Kubernetes Architecture with Components
 Kubernetes Architecture with Components Kubernetes Architecture with Components
Kubernetes Architecture with Components
 
Kubernetes-introduction to kubernetes for beginers.pptx
Kubernetes-introduction to kubernetes for beginers.pptxKubernetes-introduction to kubernetes for beginers.pptx
Kubernetes-introduction to kubernetes for beginers.pptx
 
Newesis - Introduction to Containers
Newesis -  Introduction to ContainersNewesis -  Introduction to Containers
Newesis - Introduction to Containers
 
Kubernetes acomprehensiveoverview
Kubernetes acomprehensiveoverviewKubernetes acomprehensiveoverview
Kubernetes acomprehensiveoverview
 
Kubernetes - A Comprehensive Overview
Kubernetes - A Comprehensive OverviewKubernetes - A Comprehensive Overview
Kubernetes - A Comprehensive Overview
 
Kubernetes a comprehensive overview
Kubernetes   a comprehensive overviewKubernetes   a comprehensive overview
Kubernetes a comprehensive overview
 
Advanced Container Management and Scheduling
Advanced Container Management and SchedulingAdvanced Container Management and Scheduling
Advanced Container Management and Scheduling
 
Kubernetes-Fundamentals.pptx
Kubernetes-Fundamentals.pptxKubernetes-Fundamentals.pptx
Kubernetes-Fundamentals.pptx
 
Kubernetes 101 for Beginners
Kubernetes 101 for BeginnersKubernetes 101 for Beginners
Kubernetes 101 for Beginners
 
AKS components
AKS componentsAKS components
AKS components
 
Container Orchestration using kubernetes
Container Orchestration using kubernetesContainer Orchestration using kubernetes
Container Orchestration using kubernetes
 
Containers kuberenetes
Containers kuberenetesContainers kuberenetes
Containers kuberenetes
 
Containers kuberenetes
Containers kuberenetesContainers kuberenetes
Containers kuberenetes
 
ARCHITECTING TENANT BASED QOS IN MULTI-TENANT CLOUD PLATFORMS
ARCHITECTING TENANT BASED QOS IN MULTI-TENANT CLOUD PLATFORMSARCHITECTING TENANT BASED QOS IN MULTI-TENANT CLOUD PLATFORMS
ARCHITECTING TENANT BASED QOS IN MULTI-TENANT CLOUD PLATFORMS
 
Kubernetes
KubernetesKubernetes
Kubernetes
 
Kubernetes Basics
Kubernetes BasicsKubernetes Basics
Kubernetes Basics
 
Kubernetes #1 intro
Kubernetes #1   introKubernetes #1   intro
Kubernetes #1 intro
 
MuleSoft Surat Meetup#42 - Runtime Fabric Manager on Self Managed Kubernetes ...

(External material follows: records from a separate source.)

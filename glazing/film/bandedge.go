package film

// The edge of absorption in the ultraviolet: where it lies, how it follows the carriers, and its terms.

import (
	"math"
	"math/cmplx"
)

// BursteinMossEV returns by how much carriers of a density in 1/cm³ that fill the bottom of a band widen
// the gap that light sees, in eV, ħ²(3π²N)^(2/3)/(2 m_r), with the reduced mass m_r in electron masses.
func BursteinMossEV(densityCM3, reducedMass float64) float64 {
	fermi := math.Cbrt(3 * math.Pi * math.Pi * densityCM3 * perCM3) // k_F in 1/m
	const hbar = planckConstant / (2 * math.Pi)
	x := hbar * fermi
	return x * x / (2 * reducedMass * electronMass) / elementaryCharge // E. Burstein, Physical Review 93 (1954) 632; T. S. Moss 1954
}

// TaucLorentz is the onset of absorption of an amorphous or fine-grained oxide (G. E. Jellison and F. A.
// Modine, Applied Physics Letters 69 (1996) 371, with the erratum, from memory), with a tail below the gap
// if UrbachEV is above 0:
//
//	ε₂ = A E0 C (E − Eg)²/(((E² − E0²)² + C²E²) E) above the gap Eg, else 0
//
// The tail is ε₂ ∝ exp(E/Eu)/E, which is α ∝ exp(E/Eu) (F. Urbach 1953). It begins where it meets the
// curve above with its slope (M. Foldyna and others, Proceedings of SPIE 5445 (2004) 301, from memory).
// ε₁ follows by the relation of Kramers and Kronig, in closed form.
type TaucLorentz struct {
	AmplitudeEV  float64 // A
	EnergyEV     float64 // E0, the peak of the oscillator, above the gap
	BroadeningEV float64 // C, above 0 and below 2 E0
	GapEV        float64 // Eg
	UrbachEV     float64 // Eu, 0 for no tail

	tailFromEV float64 // where the tail begins, once it is known
}

// ready returns the term with the beginning of its tail found once for all energies.
func (t TaucLorentz) ready() TaucLorentz {
	t.tailFromEV = t.tailEV()
	return t
}

// Epsilon returns the term at a photon energy; it adds nothing to ε∞ but itself.
func (t TaucLorentz) Epsilon(eV float64) complex128 {
	from := t.tailFromEV
	if from == 0 {
		from = t.tailEV()
	}
	re := t.real(eV, from)
	im := 0.0
	switch {
	case eV > from:
		im = t.imaginary(eV)
	case t.UrbachEV > 0:
		im = from * t.imaginary(from) / eV * math.Exp((eV-from)/t.UrbachEV) // Urbach 1953
	}
	if t.UrbachEV > 0 {
		re += t.tail(eV, from)
	}
	return complex(re, im)
}

// imaginary is ε₂ above the gap.
func (t TaucLorentz) imaginary(eV float64) float64 {
	over := eV - t.GapEV
	if over <= 0 {
		return 0
	}
	return t.AmplitudeEV * t.EnergyEV * t.BroadeningEV * over * over / (t.quartic(eV) * eV) // Jellison and Modine 1996 (5)
}

// quartic is (E² − E0²)² + C²E².
func (t TaucLorentz) quartic(eV float64) float64 {
	x, y := eV*eV-float64(t.EnergyEV*t.EnergyEV), t.BroadeningEV*eV
	return float64(x*x) + float64(y*y)
}

// tailEV is the energy at which the tail meets the curve, the gap if there is no tail: the slope of
// ln(E ε₂) there is 1/Eu.
func (t TaucLorentz) tailEV() float64 {
	if t.UrbachEV <= 0 {
		return t.GapEV
	}
	slope := func(eV float64) float64 {
		x := eV*eV - float64(t.EnergyEV*t.EnergyEV)
		quartic := 2 * eV * (2*x + float64(t.BroadeningEV*t.BroadeningEV)) // its derivative
		return 2/(eV-t.GapEV) - quartic/t.quartic(eV)
	}
	// The slope falls from +∞ at the gap; the first place where it is 1/Eu lies within some Eu of it.
	step := t.UrbachEV / 4
	low, high := t.GapEV, t.GapEV+step
	for slope(high) > 1/t.UrbachEV {
		low, high = high, high+step
	}
	for range 40 {
		if mid := low + (high-low)/2; slope(mid) > 1/t.UrbachEV {
			low = mid
		} else {
			high = mid
		}
	}
	return high
}

// real is the part of ε₁ by absorption above an energy, (2/π) P∫ x ε₂(x)/(x² − E²) dx. The integrand is
// a fraction with simple poles at ±E and at the four zeros of the quartic, and falls as x⁻⁴; its integral
// is −Σ Res ln(from − pole), which for the gap is the closed form of Jellison and Modine.
func (t TaucLorentz) real(eV, from float64) float64 {
	broad := t.BroadeningEV * t.BroadeningEV
	square := float64(t.EnergyEV * t.EnergyEV)
	z := complex(square-broad/2, t.BroadeningEV*math.Sqrt(square-broad/4)) // p² of the poles p and −p; those of z* mirror them
	pole := cmplx.Sqrt(z)
	over := func(x complex128) complex128 { x -= complex(t.GapEV, 0); return x * x }
	start := complex(from, 0)
	share := (z - cmplx.Conj(z)) * (z - complex(eV*eV, 0)) * 2 * pole
	sum := 2 * real((over(pole)*cmplx.Log(start-pole)-over(-pole)*cmplx.Log(start+pole))/share)
	sum += (real(over(complex(eV, 0)))*math.Log(apart(eV, from)) - real(over(complex(-eV, 0)))*math.Log(eV+from)) / (2 * eV * t.quartic(eV))
	return -2 / math.Pi * t.AmplitudeEV * t.EnergyEV * t.BroadeningEV * sum
}

// apart is the distance of two energies, never 0: the logarithms of it that meet at the start of the tail
// cancel.
func apart(a, b float64) float64 { return math.Max(math.Abs(a-b), 1e-12*b) }

// tail is the part of ε₁ by the tail that begins at an energy, in closed form by exponential integrals.
func (t TaucLorentz) tail(eV, from float64) float64 {
	w := t.UrbachEV
	near := math.Copysign(apart(eV, from), from-eV) / w
	sum := scaledEi(near) - scaledEi((from+eV)/w) -
		math.Exp(-from/w)*(scaledEi(-eV/w)-scaledEi(eV/w))
	return from * t.imaginary(from) * sum / (math.Pi * eV)
}

// scaledEi is e^(−x) Ei(x), the exponential integral without its growth (M. Abramowitz and I. A. Stegun,
// Handbook of Mathematical Functions, 5.1, from memory).
func scaledEi(x float64) float64 {
	const gamma = 0.57721566490153286 // Euler's constant
	switch {
	case x > 40: // 5.1.51, an asymptotic series: its least term is below 1e-16
		term, sum := 1.0, 1.0
		for k := 1.0; k < x && term > 1e-17; k++ {
			term *= k / x
			sum += term
		}
		return sum / x
	case x >= -1.5: // 5.1.10
		sum, term := 0.0, 1.0
		for k := 1.0; k < 200; k++ {
			term *= x / k
			sum += term / k
			if math.Abs(term) < 1e-18*math.Abs(sum)*k {
				break
			}
		}
		return math.Exp(-x) * (gamma + math.Log(math.Abs(x)) + sum)
	default: // 5.1.22, a continued fraction from its end
		y := -x
		f := 0.0
		for k := math.Floor(10 + 90/y); k > 0; k-- { // the rest is exp(−4√(ky))
			f = k / (1 + k/(y+f))
		}
		return -1 / (y + f)
	}
}

// An Edge is the band edge of a conducting oxide and how it follows the carriers.
type Edge struct {
	GapEV        float64 // E_g0, without carriers
	ReducedMass  float64 // m_r of Burstein and Moss in electron masses; 0 takes the effective mass, as if the other band were flat
	NarrowingEV  float64 // narrowing of the gap at 1e20 carriers in 1/cm³; it grows as the cube root of the density
	AmplitudeEV  float64 // A of Tauc and Lorentz
	AboveGapEV   float64 // by how much the peak E0 lies above the optical gap
	BroadeningEV float64 // C
	UrbachEV     float64 // Eu
}

// Figures of indium oxide, and the assumption for what narrows the gap of any.
const (
	// IndiumOxideGapEV is E_g0 of In2O3 in eV (R. L. Weiher and R. P. Ley, Journal of Applied Physics 37
	// (1966) 299, from memory).
	IndiumOxideGapEV = 3.75
	// AssumedNarrowingEV is an assumption: exchange among carriers narrows a gap as the cube root of their
	// density; 0.2 eV at 1e20/cm³ and a flat lower band leave a widening of 0.5 eV at 8e20/cm³, about as
	// I. Hamberg and others, Physical Review B 30 (1984) 3240, saw in In2O3:Sn (from memory).
	AssumedNarrowingEV = 0.2
)

// OpticalGapEV returns the gap that light sees in eV, E_g = E_g0 + Burstein–Moss − narrowing.
func (e Edge) OpticalGapEV(c Carriers) float64 {
	mass := e.ReducedMass
	if mass == 0 {
		mass = c.EffectiveMass
	}
	return e.GapEV + BursteinMossEV(c.DensityCM3, mass) - e.narrowingEV(c.DensityCM3)
}

// narrowingEV is what carriers narrow the gap by.
func (e Edge) narrowingEV(densityCM3 float64) float64 {
	return e.NarrowingEV * math.Cbrt(densityCM3/1e20) // exchange energy; an assumption
}

// Term returns the absorption at the gap that carriers leave.
func (e Edge) Term(c Carriers) TaucLorentz {
	gap := e.OpticalGapEV(c)
	return TaucLorentz{AmplitudeEV: e.AmplitudeEV, EnergyEV: gap + e.AboveGapEV, BroadeningEV: e.BroadeningEV, GapEV: gap, UrbachEV: e.UrbachEV}
}

// visibleNM is where the permittivity without free carriers is ε∞ with an edge as without it.
const visibleNM = 550

// Oxide returns the permittivity of a conducting oxide: free carriers, with falling loss above the plasma
// energy if asked for, and a band edge if one is given. ε∞ is lowered by what the edge
// adds at 550 nm, so that the index there is that of the carriers alone.
func Oxide(c Carriers, e *Edge, fallingLoss bool) Oscillators {
	o := Oscillators{EpsInf: c.EpsInf, Terms: []Term{c.Term(fallingLoss)}}
	if e != nil {
		t := e.Term(c).ready()
		o.EpsInf -= real(t.Epsilon(PhotonEV(visibleNM)))
		o.Terms = append(o.Terms, t)
	}
	return o
}
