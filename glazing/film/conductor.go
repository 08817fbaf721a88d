package film

// Conductors with one or more figures changed.

import (
	"fmt"
	"slices"
)

// Conductor returns a material with the figures of change in place of its own; what is 0 there stays.
// A resistivity or a sheet resistance alone leaves the density and changes the mobility. The model is
// made anew: its free carriers, its band edge if it has one, and with a thickness the scattering at the
// surfaces of a metal. What else the model has, measured constants too, stays. It is an error if
// the free carriers of the material are not known, or if the figures contradict each other.
func Conductor(m *Material, change Given) (*Material, error) {
	if m.Carriers == nil {
		return nil, fmt.Errorf("material %s: its free carriers are not known, so that none of their figures can be changed", m.ID)
	}
	old := *m.Carriers
	for _, x := range []struct{ to, own *float64 }{
		{&change.EffectiveMass, &old.EffectiveMass}, {&change.EpsInf, &old.EpsInf},
		{&change.SurfaceScattering, &old.SurfaceScattering}, {&change.Persistence, &old.Persistence},
	} {
		if *x.to == 0 {
			*x.to = *x.own
		}
	}
	resistivity := change.ResistivityOhmCM != 0 || change.SheetResistanceOhm != 0
	if change.DensityCM3 == 0 && !(resistivity && change.MobilityCM2VS != 0) {
		change.DensityCM3 = old.DensityCM3
	}
	if change.MobilityCM2VS == 0 && !resistivity {
		change.MobilityCM2VS = old.MobilityCM2VS
	}
	c, err := change.Carriers()
	if err != nil {
		return nil, fmt.Errorf("material %s: %w", m.ID, err)
	}
	made := *m
	made.Carriers, made.ThicknessNM = &c, change.ThicknessNM
	less := Oxide(old.InFilm(m.ThicknessNM), m.Edge, m.FallingLoss)
	more := Oxide(c.InFilm(change.ThicknessNM), m.Edge, m.FallingLoss)
	made.Model = changed(m.Model, less, more)
	return &made, nil
}

// InFilm returns the material as it is in a film of a thickness in nm: itself, but for metals whose
// surfaces scatter and for a mesh.
func (m *Material) InFilm(thicknessNM float64) *Material {
	if mesh, ok := m.Model.(Mesh); ok {
		made := *m
		mesh.ThicknessNM = thicknessNM
		made.Model, made.ThicknessNM = mesh, thicknessNM
		return &made
	}
	if m.Carriers == nil || m.Carriers.SurfaceScattering == 0 || thicknessNM <= 0 {
		return m
	}
	if made, err := Conductor(m, Given{ThicknessNM: thicknessNM}); err == nil {
		return made
	}
	return m // its carriers are out of range, which Check says
}

// changed is a model with other terms: in place of the old ones where it has them, else as a difference.
func changed(base Dispersion, less, more Oscillators) Dispersion {
	o, ok := base.(Oscillators)
	if !ok {
		return Adjusted{Base: base, Less: less, More: more}
	}
	terms := slices.Clone(o.Terms)
	for i, t := range less.Terms {
		at := slices.Index(terms, t)
		if at < 0 {
			return Adjusted{Base: base, Less: less, More: more}
		}
		terms[at] = more.Terms[i]
	}
	return Oscillators{EpsInf: o.EpsInf - less.EpsInf + more.EpsInf, Terms: terms}
}
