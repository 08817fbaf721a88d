package film

// A sheet of one material: its spectrum as a rating takes it, its emissivity, its angles.

import (
	"math"
	"slices"
	"sync"

	"gonum.org/v1/gonum/integrate/quad"

	"panewright/reference"
	"panewright/spectra"
)

// A Sheet is an uncoated plane-parallel sheet in air, too thick to interfere.
type Sheet struct {
	Constants   Constants
	ThicknessMM float64
}

// At returns the shares at a vacuum wavelength in nm and an angle of incidence in degrees.
func (s Sheet) At(wavelengthNM, angleDeg float64) Polarised {
	n, k := s.Constants.At(wavelengthNM)
	return Slab(n, k, wavelengthNM, s.ThicknessMM, angleDeg)
}

// Hemispherical returns the shares of unpolarised radiation that comes evenly from the half space,
// 2∫ f(θ) sin θ cos θ dθ.
func (s Sheet) Hemispherical(wavelengthNM float64) Share {
	var sum Share
	h := hemisphere()
	n, k := s.Constants.At(wavelengthNM)
	for i, deg := range h.deg {
		f := Slab(n, k, wavelengthNM, s.ThicknessMM, deg).Unpolarised()
		sum.T += float64(h.weight[i] * f.T)
		sum.R += float64(h.weight[i] * f.R)
	}
	return sum
}

// hemisphere are angles and weights of the mean over the half space: Gauss and Legendre in θ, the
// weights times sin 2θ.
var hemisphere = sync.OnceValue(func() (h struct{ deg, weight []float64 }) {
	const nodes = 16
	theta, weight := make([]float64, nodes), make([]float64, nodes)
	quad.Legendre{}.FixedLocations(theta, weight, 0, math.Pi/2)
	for i, x := range theta {
		h.deg = append(h.deg, x*180/math.Pi)
		h.weight = append(h.weight, float64(weight[i]*math.Sin(2*x)))
	}
	return h
})

// Spectrum returns the spectrum of the sheet at an angle of incidence, in degrees, as a rating takes
// it: at every wavelength of the standards' own tables, so that no weighted figure interpolates,
// and in the infrared at the material's own points. It ends where the constants end.
func (s Sheet) Spectrum(angleDeg float64) spectra.Measured {
	return s.spectrum(func(nm float64) Share { return s.At(nm, angleDeg).Unpolarised() })
}

// HemisphericalSpectrum is Spectrum for radiation that comes evenly from the half space.
func (s Sheet) HemisphericalSpectrum() spectra.Measured {
	return s.spectrum(s.Hemispherical)
}

func (s Sheet) spectrum(at func(nm float64) Share) spectra.Measured {
	first, last := s.Constants.FirstNM(), s.Constants.LastNM()
	within := slices.DeleteFunc(slices.Clone(solarNM()), func(x float64) bool { return x < first || x > last })
	tau, rho := shares(within, at)
	m := spectra.Measured{Tau: tau, RhoFront: rho, RhoBack: rho}
	if s.Constants.infrared() {
		far := slices.DeleteFunc(infraredNM(s.Constants.N.NM), func(x float64) bool { return x > last })
		through, back := shares(far, at)
		m.InfraredFront, m.InfraredBack = back, back
		if slices.Max(through.Value) > opaque {
			m.InfraredTau = through
		}
	}
	m.Cautions = s.Constants.cautions()
	return m
}

// opaque is the transmittance below which a sheet passes nothing.
const opaque = 1e-6

// The end of the infrared that gives emissivity, and where constants may end that are held to it.
const (
	infraredLastNM  = 50000
	infraredLeastNM = 25000
)

// shares samples a function into two curves.
func shares(nm []float64, at func(nm float64) Share) (tau, rho spectra.Curve) {
	tau = spectra.Curve{NM: nm, Value: make([]float64, len(nm))}
	rho = spectra.Curve{NM: nm, Value: make([]float64, len(nm))}
	for i, x := range nm {
		f := at(x)
		tau.Value[i], rho.Value[i] = f.T, f.R
	}
	return tau, rho
}

// solarNM returns every wavelength of the weightings in the solar range.
var solarNM = sync.OnceValue(func() []float64 {
	return spectra.NewGrid(spectra.SolarEN410().NM, spectra.LightEN410().NM, spectra.LightCIE().NM, spectra.UV().NM,
		spectra.Damage700().NM, spectra.Skin().NM, spectra.SolarG173().NM).NM
})

// infraredNM returns the wavelengths of EN 12898, and those given that lie within 5 to 50 µm.
func infraredNM(nm []float64) []float64 {
	list := []float64{spectra.InfraredFirstNM, infraredLastNM}
	for _, um := range reference.EmissivityWavelengths().Column("wavelength_um") {
		list = append(list, toNM(um))
	}
	for _, x := range nm {
		if x >= spectra.InfraredFirstNM && x <= infraredLastNM {
			list = append(list, x)
		}
	}
	return spectra.NewGrid(list).NM
}

// HemisphericalEmissivity returns the emissivity at 283 K of a face over the half space: one less
// the shares reflected and transmitted, weighted by Planck's law from 5 to 50 µm. Constants that
// stop at 25 µm or beyond are held; ok is false where they cover less.
func (s Sheet) HemisphericalEmissivity() (emissivity float64, ok bool) {
	if !s.Constants.infrared() {
		return 0, false
	}
	var sum, weights float64
	nm := infraredNM(s.Constants.N.NM)
	const points = 4 // of Gauss and Legendre between two neighbours, where the constants are linear
	x, bin := make([]float64, points), make([]float64, points)
	for i := 1; i < len(nm); i++ {
		quad.Legendre{}.FixedLocations(x, bin, nm[i-1], nm[i])
		for k := range x {
			f := s.Hemispherical(x[k])
			w := float64(bin[k] * planck(x[k]))
			sum += float64(w * (1 - f.R - f.T))
			weights += w
		}
	}
	return sum / weights, true
}

// planck is the relative power per wavelength of a black body at 283 K (EN 12898), without unit.
func planck(wavelengthNM float64) float64 {
	const (
		secondRadiation = 1.438776877e7 // c₂ = hc/k in nm·K (CODATA 2018)
		kelvin          = 283
	)
	x := secondRadiation / (wavelengthNM * kelvin)
	return math.Pow(x, 5) / math.Expm1(x)
}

MuleSoft Surat Meetup#42 - Runtime Fabric Manager on Self Managed Kubernetes ...MuleSoft Surat Meetup#42 - Runtime Fabric Manager on Self Managed Kubernetes ...
MuleSoft Surat Meetup#42 - Runtime Fabric Manager on Self Managed Kubernetes ...
 

Recently uploaded

Right Money Management App For Your Financial Goals
Right Money Management App For Your Financial GoalsRight Money Management App For Your Financial Goals
Right Money Management App For Your Financial GoalsJhone kinadey
 
SyndBuddy AI 2k Review 2024: Revolutionizing Content Syndication with AI
SyndBuddy AI 2k Review 2024: Revolutionizing Content Syndication with AISyndBuddy AI 2k Review 2024: Revolutionizing Content Syndication with AI
SyndBuddy AI 2k Review 2024: Revolutionizing Content Syndication with AIABDERRAOUF MEHENNI
 
Tech Tuesday-Harness the Power of Effective Resource Planning with OnePlan’s ...
Tech Tuesday-Harness the Power of Effective Resource Planning with OnePlan’s ...Tech Tuesday-Harness the Power of Effective Resource Planning with OnePlan’s ...
Tech Tuesday-Harness the Power of Effective Resource Planning with OnePlan’s ...OnePlan Solutions
 
CALL ON ➥8923113531 🔝Call Girls Kakori Lucknow best sexual service Online ☂️
CALL ON ➥8923113531 🔝Call Girls Kakori Lucknow best sexual service Online  ☂️CALL ON ➥8923113531 🔝Call Girls Kakori Lucknow best sexual service Online  ☂️
CALL ON ➥8923113531 🔝Call Girls Kakori Lucknow best sexual service Online ☂️anilsa9823
 
Optimizing AI for immediate response in Smart CCTV
Optimizing AI for immediate response in Smart CCTVOptimizing AI for immediate response in Smart CCTV
Optimizing AI for immediate response in Smart CCTVshikhaohhpro
 
The Real-World Challenges of Medical Device Cybersecurity- Mitigating Vulnera...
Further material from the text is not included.